# What you need to do
Write out exactly the line containing "const db = 10" along with each line that follows it in the records below, and no others.

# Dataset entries
--

/**
 * Spectra for the views: long-term average spectra (Welch's method: Hann frames, 50 % overlap,
 * averaged power) for Compare, and spectrogram tiles on a log-frequency axis for the Spectrogram
 * view. Levels: a full-scale sine reads 0 dB at its bin (power scaled by (2/Σw)²).
 */
import { FftPlan } from '../../../dsp/core/fft.ts';
import { makeWindow } from '../../../dsp/core/windows.ts';
import { CancelledError } from '../../../dsp/errors.ts';
import type { AudioSource } from '../../../dsp/source.ts';
import { FLOOR_DB, SPECTRO_FFT, SPECTRO_LOW_HZ, SPECTRO_ROWS, TILE_COLUMNS, TOP_DB } from './protocol.ts';

/** A source placed on the editor's timeline, starting at `offsetSeconds`. */
export interface Placed {
  readonly source: AudioSource;
  readonly offsetSeconds: number;
}

class FrameMeter {
  readonly plan: FftPlan;
  readonly window: Float64Array;
  readonly frame: Float64Array;
  readonly spec: Float64Array;
  readonly power: Float64Array;
  readonly scale: number;
  constructor(readonly size: number) {
    this.plan = new FftPlan(size);
    this.window = makeWindow('hann', size);
    this.frame = new Float64Array(size);
    this.spec = new Float64Array(size + 2);
    this.power = new Float64Array(size / 2 + 1);
    const sum = this.window.reduce((a, b) => a + b, 0);
    this.scale = (2 / sum) ** 2;
  }
  /** Adds the windowed power spectrum of `x[at … at+size)` (zeros outside) into `acc`. */
  add(x: Float64Array, at: number, acc: Float64Array): void {
    const n = this.size;
    for (let i = 0; i < n; i++) {
      const k = at + i;
      this.frame[i] = k >= 0 && k < x.length ? x[k]! * this.window[i]! : 0;
    }
    this.plan.realForward(this.frame, this.spec);
    for (let b = 0; b <= n / 2; b++) acc[b]! += (this.spec[2 * b]! ** 2 + this.spec[2 * b + 1]! ** 2) * this.scale;
  }
}

async function readRange(src: AudioSource, start: number, end: number): Promise<Float64Array[]> {
  const lo = Math.max(0, start), hi = Math.min(src.frames, end);
  const out = Array.from({ length: src.channelCount }, () => new Float64Array(Math.max(0, end - start)));
  if (hi <= lo) return out;
  let at = lo - start;
  for await (const b of src.blocks({ startFrame: lo, endFrame: hi })) {
    for (let c = 0; c < out.length; c++) out[c]!.set(b[c]!, at);
    at += b[0]!.length;
  }
  return out;
}

/**
 * Long-term average power spectrum of [startSeconds, endSeconds) of a placed source, averaged
 * over channels. Long regions are sampled with at most `maxFrames` evenly spread frames.
 */
export async function longTermSpectrum(p: Placed, startSeconds: number, endSeconds: number, fftSize: number, signal: { aborted: boolean }, maxFrames = 400): Promise<Float64Array> {
  const src = p.source;
  const rate = src.sampleRateHz;
  const start = Math.max(0, Math.round((startSeconds - p.offsetSeconds) * rate));
  const end = Math.min(src.frames, Math.round((endSeconds - p.offsetSeconds) * rate));
  const meter = new FrameMeter(fftSize);
  const acc = new Float64Array(fftSize / 2 + 1);
  const hop = fftSize / 2;
  let count = 0;
  const span = end - start;
  if (span <= 0) return acc.fill(1e-30);
  const frames = Math.max(1, Math.floor((span - fftSize) / hop) + 1);
  if (frames <= maxFrames) {
    const data = await readRange(src, start, end);
    for (let f = 0; f < frames; f++) {
      if (signal.aborted) throw new CancelledError('cancelled');
      for (const ch of data) meter.add(ch, f * hop, acc);
      count += data.length;
    }
  } else {
    for (let f = 0; f < maxFrames; f++) {
      if (signal.aborted) throw new CancelledError('cancelled');
      const at = start + Math.floor((f * (span - fftSize)) / (maxFrames - 1));
      const data = await readRange(src, at, at + fftSize);
      for (const ch of data) meter.add(ch, 0, acc);
      count += data.length;
    }
  }
  for (let b = 0; b < acc.length; b++) acc[b] = acc[b]! / Math.max(1, count);
  return acc;
}

/** Power in dB with a floor. */
export const toDb = (power: Float64Array, floorDb = -160): Float32Array =>
  Float32Array.from(power, (v) => Math.max(floorDb, 10 * Math.log10(v + 1e-30)));

/** Seconds per spectrogram column at a zoom level. */
export const columnSeconds = (level: number, baseColumnSeconds: number) => baseColumnSeconds * 4 ** level;

/** Row → FFT bin range for a log-frequency axis from SPECTRO_LOW_HZ to Nyquist. */
function rowBins(rate: number, n: number): Int32Array {
  const nyq = rate / 2;
  const bins = new Int32Array(SPECTRO_ROWS * 2);
  const ratio = nyq / SPECTRO_LOW_HZ;
  for (let r = 0; r < SPECTRO_ROWS; r++) {
    const f0 = SPECTRO_LOW_HZ * ratio ** ((r - 0.5) / (SPECTRO_ROWS - 1));
    const f1 = SPECTRO_LOW_HZ * ratio ** ((r + 0.5) / (SPECTRO_ROWS - 1));
    const b0 = Math.max(0, Math.min(n / 2, Math.round((f0 * n) / rate)));
    const b1 = Math.max(b0, Math.min(n / 2, Math.round((f1 * n) / rate)));
    bins[2 * r] = b0;
    bins[2 * r + 1] = b1;
  }
  return bins;
}

/**
 * One spectrogram tile: TILE_COLUMNS columns starting at `index·TILE_COLUMNS` columns, each
 * `colSeconds` wide, SPECTRO_ROWS log-spaced rows, values 0–255 between FLOOR_DB and TOP_DB.
 * Wide columns average up to four frames spread across the column; narrow tiles read their span
 * once, wide ones read only the frames they need.
 */
export async function spectroTile(p: Placed, colSeconds: number, index: number, signal: { aborted: boolean }): Promise<Uint8Array> {
  const src = p.source;
  const rate = src.sampleRateHz;
  const n = SPECTRO_FFT;
  const meter = new FrameMeter(n);
  const rows = rowBins(rate, n);
  const out = new Uint8Array(TILE_COLUMNS * SPECTRO_ROWS);
  const acc = new Float64Array(n / 2 + 1);
  const colFrames = colSeconds * rate;
  const t0 = index * TILE_COLUMNS * colSeconds - p.offsetSeconds;
  const tileStart = Math.round(t0 * rate);
  const tileFrames = Math.round(TILE_COLUMNS * colFrames);
  if (tileStart + tileFrames + n < 0 || tileStart - n > src.frames) return out;
  const whole = tileFrames <= 1 << 20 ? await readRange(src, tileStart - n, tileStart + tileFrames + n) : null;
  // Wide columns average a few frames; read one by one, two per column keep tiles quick.
  const sub = Math.max(1, Math.min(whole ? 4 : 2, Math.floor(colFrames / n)));
  for (let c = 0; c < TILE_COLUMNS; c++) {
    if (signal.aborted) throw new CancelledError('cancelled');
    acc.fill(0);
    let count = 0;
    for (let j = 0; j < sub; j++) {
      const centre = tileStart + Math.round(c * colFrames + ((j + 0.5) * colFrames) / sub);
      const at = centre - n / 2;
      if (at + n <= 0 || at >= src.frames) continue;
      const data = whole ?? (await readRange(src, at, at + n));
      const offset = whole ? at - (tileStart - n) : 0;
      for (const ch of data) meter.add(ch, offset, acc);
      count += data.length;
    }
    if (count === 0) continue;
    for (let r = 0; r < SPECTRO_ROWS; r++) {
      let m = 0;
      for (let b = rows[2 * r]!; b <= rows[2 * r + 1]!; b++) if (acc[b]! > m) m = acc[b]!;
      const db = 10 * Math.log10(m / count + 1e-30);
      out[c * SPECTRO_ROWS + r] = Math.max(0, Math.min(255, Math.round(((db - FLOOR_DB) / (TOP_DB - FLOOR_DB)) * 255)));
    }
  }
  return out;
}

--

# Answer space
      const db = 10 * Math.log10(m / count + 1e-30);
      out[c * SPECTRO_ROWS + r] = Math.max(0, Math.min(255, Math.round(((db - FLOOR_DB) / (TOP_DB - FLOOR_DB)) * 255)));
    }
  }
  return out;
}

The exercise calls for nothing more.